Quiero hacer un rele discreto con dos terminales unicamente.
Mi moto tiene un rele con dos terminales y quiero sustituirlo por un rele discreto hecho por mi con un 555 (el diseño del 555 se como hacerlo)
Concretamente es el rele de intermitencia. Si lo sustituyo por el mio podre regular la frecuencia.
La duda surge en que normalmente haria falta tres terminales en el circuito: Entrada VCC, Salida y GND, pero el que necesito fabricar solo podria tener dos terminales.
Y si alguien puede explicar como funciona (y adjuntar el esquematico si es posible) un rele de dos pines se lo agradezco.
Saludos


----------



## DOSMETROS (Nov 29, 2011)

El relé de dos patas tiene una resistencia en serie con un interruptor bimetálico.

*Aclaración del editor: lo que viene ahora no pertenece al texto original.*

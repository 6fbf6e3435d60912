package org.thermotile.jobs.cli;

import java.io.PrintWriter;
import org.thermotile.jobs.errors.UserInputException;
import picocli.CommandLine;
import picocli.CommandLine.Command;

/** The {@code thermotile} command line. */
@Command(name = "thermotile", mixinStandardHelpOptions = true, versionProvider = Main.Version.class,
        description = {"Urban surface temperatures, cell by cell and hour by hour.", "",
                "Surface temperature is not air temperature nor a heat-health index; results are "
                        + "estimates for comparing options. Defer to local building codes and "
                        + "licensed professionals for roofing, structural and health decisions."},
        subcommands = {RunCommand.class, CheckCommand.class, DemoCommand.class, PointCommand.class,
                CompareCommand.class, ObserveCommand.class, HotspotsCommand.class, ReportCommand.class, RateCommand.class, MaterialsCommand.class,
                CommandLine.HelpCommand.class},
        exitCodeListHeading = "%nExit codes:%n",
        exitCodeList = {"0:done", "1:the run failed (see the message)",
                "2:bad input or usage (the message names the file, place and fix)"})
public final class Main {
    /** Exit status for bad input or usage. */
    public static final int BAD_INPUT = 2;

    /** Kept strongly reachable so the level set on it holds (JUL keeps loggers weakly). */
    private static final java.util.logging.Logger SIS_LOG = java.util.logging.Logger.getLogger("org.apache.sis");

    public static void main(String[] args) {
        // Apache SIS warns once per JVM that its optional EPSG data folder is not configured;
        // thermotile does not use it (UTM zones are built in), so the warning is noise here.
        SIS_LOG.setLevel(java.util.logging.Level.SEVERE);
        System.exit(execute(args));
    }

    /** Runs the command line and returns the exit status (for tests). */
    public static int execute(String... args) {
        return newCommandLine().execute(args);
    }

    /** Runs {@code args} on a command line whose streams a test has set; returns the exit status. */
    public static int executeWith(CommandLine cl, String... args) {
        installHandler(cl);
        return cl.execute(args);
    }

    static CommandLine newCommandLine() {
        CommandLine cl = new CommandLine(new Main());
        installHandler(cl);
        return cl;
    }

    private static void installHandler(CommandLine cl) {
        cl.setExecutionExceptionHandler((ex, cmd, parsed) -> {
            PrintWriter err = cmd.getErr();
            if (isUserError(ex)) {
                err.println("thermotile " + cmd.getCommandName() + ": " + ex.getMessage());
                err.flush();
                return BAD_INPUT;
            }
            err.println("thermotile " + cmd.getCommandName() + " failed: " + ex);
            if (System.getenv("THERMOTILE_DEBUG") != null) {
                ex.printStackTrace(err);
            } else {
                err.println("(set THERMOTILE_DEBUG=1 for the stack trace)");
            }
            err.flush();
            return 1;
        });
    }

    static boolean isUserError(Throwable ex) {
        return ex instanceof UserInputException || ex instanceof IllegalArgumentException
                || ex instanceof org.thermotile.jobs.config.ConfigException
                || ex instanceof org.thermotile.jobs.io.raster.RasterFileException
                || ex instanceof java.io.FileNotFoundException
                || ex instanceof java.nio.file.NoSuchFileException;
    }

    /** Version from the jar manifest, or "development". */
    static final class Version implements CommandLine.IVersionProvider {
        @Override
        public String[] getVersion() {
            String v = Main.class.getPackage().getImplementationVersion();
            return new String[] {"thermotile " + (v == null ? "0.1.0-SNAPSHOT" : v)};
        }
    }
}
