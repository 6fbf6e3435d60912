package org.thermotile.jobs.cli;

import java.io.PrintWriter;
import java.nio.file.Path;
import java.util.concurrent.Callable;
import org.thermotile.jobs.report.RunReport;
import picocli.CommandLine.Command;
import picocli.CommandLine.Model.CommandSpec;
import picocli.CommandLine.Parameters;
import picocli.CommandLine.Spec;

/** {@code thermotile report}: (re)writes a finished run's report.html without simulating again. */
@Command(name = "report", mixinStandardHelpOptions = true,
        description = {"Writes report.html in a finished run folder: maps, curves, tables and the cautions, "
                + "one self-contained page that opens in any browser with no network.",
                "Reads only the run's files (manifest, maps, tables); nothing is simulated again. The map PNGs are "
                        + "written beside their GeoTIFFs (maps/peak.png, …)."})
final class ReportCommand implements Callable<Integer> {
    @Spec
    CommandSpec spec;

    @Parameters(index = "0", paramLabel = "RUN_DIR", description = "a folder written by 'thermotile run'")
    Path runDir;

    @Override
    public Integer call() {
        try (org.thermotile.jobs.storage.RunLock lock = FolderLock.hold(runDir, "report")) {
            return work();
        }
    }

    private Integer work() {
        RunReport.Result r = RunReport.build(runDir);
        org.thermotile.jobs.catalogue.StacItem.writeAll(runDir);   // the catalogue entry lists the report
        PrintWriter out = spec.commandLine().getOut();
        out.println("report: " + r.html());
        out.println("  sections: " + String.join(", ", r.sections()));
        out.println("  maps:     " + String.join(" ", r.maps().stream().map(m -> r.html().getParent()
                .relativize(m.png()).toString()).toList()));
        out.flush();
        return 0;
    }
}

Además la resistencia está adosada al bimetálico.

Cuando circula corriente (porque pusiste el guiño)  la lámpara se enciende y la resistencia se calienta , a su vez calienta al bimetálico , éste se curva y abre el interruptor , la luz se apaga. Luego de un instante todo se enfria y vuelve a conectar. . .  y así sucesivamente.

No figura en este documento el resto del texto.